9.. Add the milk mix to the dry ingredients and stir only enough to combine; do not over mix. At first you will think there is not enough liquid, but there is and you will end up with a lovely soft cake mix.
10.. Spoon into the prepared tin and level the surface.
11.. Bake for 30 minutes before reducing the oven temperature to 150 *C/fan oven 130* C/ 300*F/ gas mark 2.
12.. Bake for a further hour or until a skewer inserted into the cake comes out clean. Check the cake after 40 minutes anyway, and if it is browning too quickly cover loosely with foil for the rest of the cooking time.
13.. Leave to cool in the tin on a wire rack for 30 minutes, or until it is cool enough to safely handle.
14.. De-tin and leave to cool completely.
15.. Bask in the glory of the wonderful thing you have made.
16.. Eat!


----------



## mmpaladino (Feb 22, 2015)

What are saltanas?


----------



## eikeat (Feb 12, 2011)

mmpaladino said:


> What are saltanas?


I have the same question...are they golden raisins?


----------



## Nina Weddle Tullis (Feb 13, 2011)

They are a small golden raisin. We used to raise those when I was a girl.


----------



## eikeat (Feb 12, 2011)

Thanks for clarifying.


----------



## CanadianShe_Wolf (Nov 24, 2013)

eikeat said:


> I have the same question...are they golden raisins?


A raisin and a sultana are produced from the same grape - Thompson seedless The only difference is the way they are dried. A raisin is dried naturally, but a sultana is dipped in veg oil and acid and then dried.


----------



## CanadianShe_Wolf (Nov 24, 2013)

mmpaladino said:


> What are saltanas?


A raisin and a sultana are produced from the same grape - Thompson seedless The only difference is the way they are dried. A raisin is dried naturally, but a sultana is dipped in veg oil and acid and then dried.


----------



## CanadianShe_Wolf (Nov 24, 2013)

Nina Weddle Tullis said:


> They are a small golden raisin. We used to raise those when I was a girl.
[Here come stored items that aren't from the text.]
import { monteCarloSlices } from '../../lot/monte-carlo.js';
import type { MonteCarlo, MonteCarloOrder, MonteCarloReport } from '../../lot/monte-carlo.js';
import { inPage, inWorker } from './sliced-work.js';
import type { Running } from './sliced-work.js';
import { startMonteCarlo } from './worker-place.js';

/** Who waits for a series of draws. */
export interface DrawingListener {
  progress(done: number): void;
  result(result: MonteCarlo): void;
  /** The page lets no worker start. */
  refused(): void;
  failed(error: string): void;
}

/** Draws beside the page's thread. */
export const drawInWorker = (order: MonteCarloOrder, listener: DrawingListener): Running =>
  inWorker<MonteCarloReport>(
    startMonteCarlo, order,
    (said) => {
      if ('done' in said) {
        listener.progress(said.done);
        return 'more';
      }
      if ('result' in said) listener.result(said.result);
      else listener.failed(said.error);
      return 'last';
    },
    () => listener.refused(),
  );

/** Draws in the page. */
export const drawInPage = (order: MonteCarloOrder, listener: DrawingListener): Running =>
  inPage(monteCarloSlices(order), {
    piece: (done) => listener.progress(done), whole: (result) => listener.result(result), failed: (error) => listener.failed(error),
  });
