import { css } from 'lit';

/** Round figures from 0 to `most`, about so many. */
export function ticks(most: number, about: number): readonly number[] {
  const raw = most / about;
  const power = 10 ** Math.floor(Math.log10(raw));
  const step = [1, 2, 5, 10].map((factor) => factor * power).find((width) => most / width <= about + 1) ?? raw;
  return Array.from({ length: Math.floor(most / step + 1e-9) + 1 }, (_, i) => Number((i * step).toPrecision(12)));
}

/** Plots in a narrow column: thin grid, words at the lines, no meaning by colour alone. */
export const plotStyles = css`
  .plot {
    display: block;
    inline-size: 100%;
    max-inline-size: 420px;
    block-size: auto;
    overflow: visible;
    direction: ltr;
  }
  .plot text {
    font: 10px var(--_font);
    fill: var(--_quiet);
    /* a line that runs behind words does not strike them out */
    stroke: var(--_paper);
    stroke-width: 3px;
    stroke-linejoin: round;
    paint-order: stroke;
  }
  .plot .end {
    text-anchor: end;
  }
  .plot .middle {
    text-anchor: middle;
  }
  .plot .grid {
    stroke: var(--_rule);
    stroke-width: 0.7;
  }
  .plot .axis {
    fill: none;
    stroke: var(--_glass);
    stroke-width: 1.2;
  }
  .plot .band {
    fill: var(--_oil);
  }
  .plot .line {
    fill: none;
    stroke: var(--_ink);
    stroke-width: 1.5;
  }
  .plot .broken {
    stroke-dasharray: 4 3;
  }
  .plot .limit {
    fill: none;
    stroke: var(--_amber);
    stroke-width: 1.4;
    stroke-dasharray: 6 2;
  }
  .plot .limit-words {
    fill: var(--_amber);
  }
  .plot .here {
    fill: none;
    stroke: var(--_pink);
    stroke-width: 2;
  }
  @media (forced-colors: active) {
    .plot text,
    .plot .limit-words {
      fill: CanvasText;
      stroke: Canvas;
    }
    .plot .band {
      fill: none;
    }
    .plot .line,
    .plot .axis,
    .plot .limit {
      stroke: CanvasText;
    }
    .plot .grid {
      stroke: GrayText;
    }
    .plot .here {
      stroke: Highlight;
    }
  }
`;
A raisin and a sultana are produced from the same grape - Thompson seedless The only difference is the way they are dried. A raisin is dried naturally, but a sultana is dipped in veg oil and acid and then dried.


----------



## CanadianShe_Wolf (Nov 24, 2013)

eikeat said:


> Thanks for clarifying.


A raisin and a sultana are produced from the same grape - Thompson seedless The only difference is the way they are dried. A raisin is dried naturally, but a sultana is dipped in veg oil and acid and then dried.


----------



## CanadianShe_Wolf (Nov 24, 2013)

More About Sultanas:>>> Sultanas, sometimes just called golden raisins, are golden-colored dried grapes that are made from various varieties of seedless white-fleshed grapes. The skin of these fruits start off as pale yellow in color, but unlike raisins, don't darken in the same way as they dry.


----------



## eikeat (Feb 12, 2011)

So one could use them interchangeably?


----------



## CanadianShe_Wolf (Nov 24, 2013)

eikeat said:


> So one could use them interchangeably?


Bottom line is you can use whatever you want in any recipe....it is your preference BUT Thompson raisins are generally seedless....


----------



## judyr (Feb 20, 2011)

Well you did it again - just one look at those pictures and I gained 10 pounds - how do I explain this to my doctor? You really need to put out a cookbook, or have we had this conversation before? I love to knit, you love to cook - yes, I remember. Thanks for all your recipes and pictures. You are truly a grand person for all that work and sharing of your talents. Thanks again.


----------



## Nina Weddle Tullis (Feb 13, 2011)

Yes they are both grown from the Thompson seedless. The Thompson plants are what we called girdled when young, which causes them to be a much larger grape. The Sultana raisin is bleached and they used to go thru some form of liquid bath. My dad worked at the"Bleaching plant and we saw this process and ate many of the raisins. That was how it was done in the 1930s and 1940. Not seen this done in years so it may be different now.


----------



## BlueJay21 (Jan 4, 2013)

Now I wish I were one of those people who can eat anything and not gain an ounce. This cake looks so delicious. I will have to make it and not think about the life time on the hips.


----------



## Althea (Apr 7, 2011)

No eggs in the recipe, and lots of fruit - perhaps that will salve your conscience (my reasoning, anyway). Looks yummy - must try.


----------



## CanadianShe_Wolf (Nov 24, 2013)

BlueJay21 said:


> Now I wish I were one of those people who can eat anything and not gain an ounce. This cake looks so delicious. I will have to make it and not think about the life time on the hips.


Try using Stevia instead of 1 whole cup of sugar! :sm17: :sm20: :sm24:


----------



## gjz (Dec 2, 2013)

CanadianShe_Wolf said:


> Try using Stevia instead of 1 whole cup of sugar! :sm17: :sm20: :sm24:


I've never used Stevia in baking...do you keep the same measurement when substituting? Can you tell a difference in taste?


----------



## CanadianShe_Wolf (Nov 24, 2013)

BlueJay21 said:


> Now I wish I were one of those people who can eat anything and not gain an ounce. This cake looks so delicious. I will have to make it and not think about the life time on the hips.


Nothing! like OR beats living on the edge BlueJay21! :sm17: :sm24: :sm06: :sm24: :sm01: :sm24:


----------



## CanadianShe_Wolf (Nov 24, 2013)

gjz said:


> I've never used Stevia in baking...do you keep the same measurement when substituting? Can you tell a difference in taste?


Here ya go gjz... http://www.stevia.net/conversion.html ....(sorry haven't been on-site in awhile).... hope this helps you.


----------



## gjz (Dec 2, 2013)

CanadianShe_Wolf said:


> Here ya go gjz... http://www.stevia.net/conversion.html ....(sorry haven't been on-site in awhile).... hope this helps you.


Thanks for the link...looks like some good info. I'm amazed at how little stevia you use..


----------